• **Task to carry out**: Scan the data for "mmol" and copy each matching line.

--- Supplied data Enclosed Below ---

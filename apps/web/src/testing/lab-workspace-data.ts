// Invented peer-report rows, comments, sign-offs and drill-downs for the lab workspace's web tests,
// parsed with the contract schemas so they stay in step with the wire format.
import {
  commentSchema,
  drilldownSchema,
  peerReportRowSchema,
  peerReportSchema,
  signoffSchema,
  type Comment,
  type Drilldown,
  type PeerReport,
  type PeerReportRow,
  type Signoff,
} from '@plumbline/contracts';
import { buildMe } from './data.ts';

export const testLabId = buildMe('analyst').lab!.id;
export const lotId = '5a4b3c2d-1e0f-4a9b-8c7d-6e5f4a3b2c1d';
export const potassiumProcedureId = '7e1f0c2a-5b3d-4e8f-9a1b-2c3d4e5f6001';
export const glucoseProcedureId = '7e1f0c2a-5b3d-4e8f-9a1b-2c3d4e5f6002';

type RowInput = {
  procedureId: string;
  code: string;
  analyte: { code: string; name: string };
  level: number;
  labMean: number;
  peerMean: number;
  sdi: number;
  cvr: number;
  flags: PeerReportRow['flags'];
};

export function buildReportRow(input: RowInput): PeerReportRow {
  return peerReportRowSchema.parse({
    procedure: { id: input.procedureId, code: input.code },
    analyte: {
      ...input.analyte,
      unit: 'mmol/L',
      decimals: 2,
      teaPct: 5.8,
      teaAbsolute: null,
      teaSource: 'network quality specification',
    },
    controlLot: { id: lotId, lotNumber: 'PGC-26187' },
    level: input.level,
    unit: 'mmol/L',
    canonicalUnit: 'mmol/L',
    decimals: 2,
    source: 'summary',
    late: false,
    lab: { n: 30, mean: input.labMean, sd: 0.05, cv: 1.2 },
    peer: { tier: 'instrument', labs: 6, n: 180, mean: input.peerMean, sd: 0.06, cv: 1.4, withinCv: 1.1 },
    peerNote: 'compared with the narrowest peer group',
    sdi: input.sdi,
    cvr: input.cvr,
    biasPct: (100 * (input.labMean - input.peerMean)) / input.peerMean,
    sigma: 3.1,
    tea: { pct: 5.8, governing: 'percent' },
    cumulative: { lab: null, peer: null, sdi: input.sdi - 0.2, cvr: null, notComputable: null },
    notComputable: null,
    excluded: null,
    flags: input.flags,
  });
}

/** Three results: potassium level 1 with an action flag, level 2 with a warning, glucose fine. */
export function buildLabReport(period = '2026-11', published: PeerReport['published'] = null): PeerReport {
  const potassium = { code: 'K', name: 'Potassium' };
  return peerReportSchema.parse({
    period,
    lab: buildMe('analyst').lab,
    units: 'si',
    published,
    statisticsPending: false,
    rows: [
      buildReportRow({
        procedureId: potassiumProcedureId,
        code: 'K-CHEM2',
        analyte: potassium,
        level: 1,
        labMean: 4.42,
        peerMean: 4.15,
        sdi: 4.5,
        cvr: 0.9,
        flags: [
          { kind: 'sdi', severity: 'action', message: 'SDI +4.50 is beyond ±3' },
          { kind: 'cvr', severity: 'fine', message: 'CVR 0.90 is within 1' },
        ],
      }),
      buildReportRow({
        procedureId: potassiumProcedureId,
        code: 'K-CHEM2',
        analyte: potassium,
        level: 2,
        labMean: 6.71,
        peerMean: 6.52,
        sdi: 2.4,
        cvr: 1.1,
        flags: [
          { kind: 'sdi', severity: 'warning', message: 'SDI +2.40 is beyond ±2' },
          { kind: 'cvr', severity: 'acceptable', message: 'CVR 1.10 is within 1.5' },
        ],
      }),
      buildReportRow({
        procedureId: glucoseProcedureId,
        code: 'GLU-CHEM2',
        analyte: { code: 'GLU', name: 'Glucose' },
        level: 1,
        labMean: 5.51,
        peerMean: 5.5,
        sdi: 0.2,
        cvr: 0.8,
        flags: [
          { kind: 'sdi', severity: 'fine', message: 'SDI +0.20 is within 1' },
          { kind: 'cvr', severity: 'fine', message: 'CVR 0.80 is within 1' },
        ],
      }),
    ],
  });
}

export function buildComment(overrides: Partial<Comment> = {}): Comment {
  return commentSchema.parse({
    id: '8d7c6b5a-4f3e-4d2c-9b1a-0f9e8d7c6b01',
    labId: testLabId,
    period: '2026-11',
    procedure: { id: potassiumProcedureId, code: 'K-CHEM2' },
    analyte: { code: 'K', name: 'Potassium' },
    controlLot: { id: lotId, lotNumber: 'PGC-26187' },
    level: 1,
    body: 'Recalibrated the potassium electrode on 14 November; level 1 back within 1 SD.',
    author: { id: buildMe('analyst').id, name: buildMe('analyst').name },
    createdAt: '2026-12-01T09:00:00.000Z',
    ...overrides,
  });
}

export function buildSignoff(overrides: Partial<Signoff> = {}): Signoff {
  return signoffSchema.parse({
    labId: testLabId,
    period: '2026-11',
    statement: 'Reviewed all November results; the potassium bias was corrected by recalibration.',
    signedBy: { id: buildMe('supervisor').id, name: buildMe('supervisor').name },
    signedAt: '2026-12-02T10:15:00.000Z',
    ...overrides,
  });
}

export function buildDrilldown(overrides: Partial<Drilldown> = {}): Drilldown {
  const days = [0.3, -0.5, 0.8, -0.2, 3.8, -0.4];
  return drilldownSchema.parse({
    period: '2026-11',
    procedure: { id: potassiumProcedureId, code: 'K-CHEM2' },
    analyte: { code: 'K', name: 'Potassium' },
    controlLot: { id: lotId, lotNumber: 'PGC-26187' },
    level: 1,
    units: 'si',
    unit: 'mmol/L',
    decimals: 2,
    peer: { tier: 'instrument', labs: 6 },
    trend: ['2026-08', '2026-09', '2026-10', '2026-11'].map((period, i) => ({
      period,
      sdi: [3.9, 4.2, 4.1, 4.5][i],
      cvr: [0.9, 1.0, 0.8, 0.9][i],
      biasPct: [5.5, 6.1, 5.9, 6.5][i],
      labMean: 4.4,
      labSd: 0.05,
      peerMean: 4.15,
      peerSd: 0.06,
      tier: 'instrument',
      published: period !== '2026-11',
    })),
    distribution: {
      labMeans: [4.11, 4.14, 4.15, 4.18, 4.42].map((mean, i) => ({ mean, own: i === 4, excluded: false })),
      peerMean: 4.15,
      peerSd: 0.06,
    },
    twoLevel: {
      levels: [1, 2],
      points: [
        { sdi1: -0.6, sdi2: -0.2, own: false },
        { sdi1: 0.3, sdi2: 0.5, own: false },
        { sdi1: 4.5, sdi2: 2.4, own: true },
      ],
    },
    leveyJennings: {
      target: { kind: 'lab', basis: 'established', mean: 4.4, sd: 0.05 },
      points: days.map((z, i) => ({
        measuredAt: `2026-11-${String(10 + i).padStart(2, '0')}T08:00:00.000Z`,
        run: `R${i + 1}`,
        value: Number((4.4 + z * 0.05).toFixed(3)),
        z,
        rules: z > 3 ? ['1-2s', '1-3s'] : [],
      })),
      runs: days.map((z, i) => ({
        run: `R${i + 1}`,
        verdict: z > 3 ? 'reject' : 'accept',
        rules: z > 3 ? ['1-2s', '1-3s'] : [],
      })),
    },
    uncertainty: {
      uRw: 1.2,
      rmsBias: 6.0,
      uRef: 0.6,
      uBias: 6.03,
      uc: 6.15,
      U: 12.3,
      k: 2,
      longTerm: { periods: 4, n: 120, mean: 4.4, sd: 0.053, cv: 1.2 },
      comparisons: [{ period: '2026-11', biasPct: 6.5, uRefPct: 0.6 }],
    },
    uncertaintyNote: null,
    notComputable: [],
    ...overrides,
  });
}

--- End of Enclosed Supplied data ---

• **Exercise output**:
      unit: 'mmol/L',
    unit: 'mmol/L',
    canonicalUnit: 'mmol/L',
    unit: 'mmol/L',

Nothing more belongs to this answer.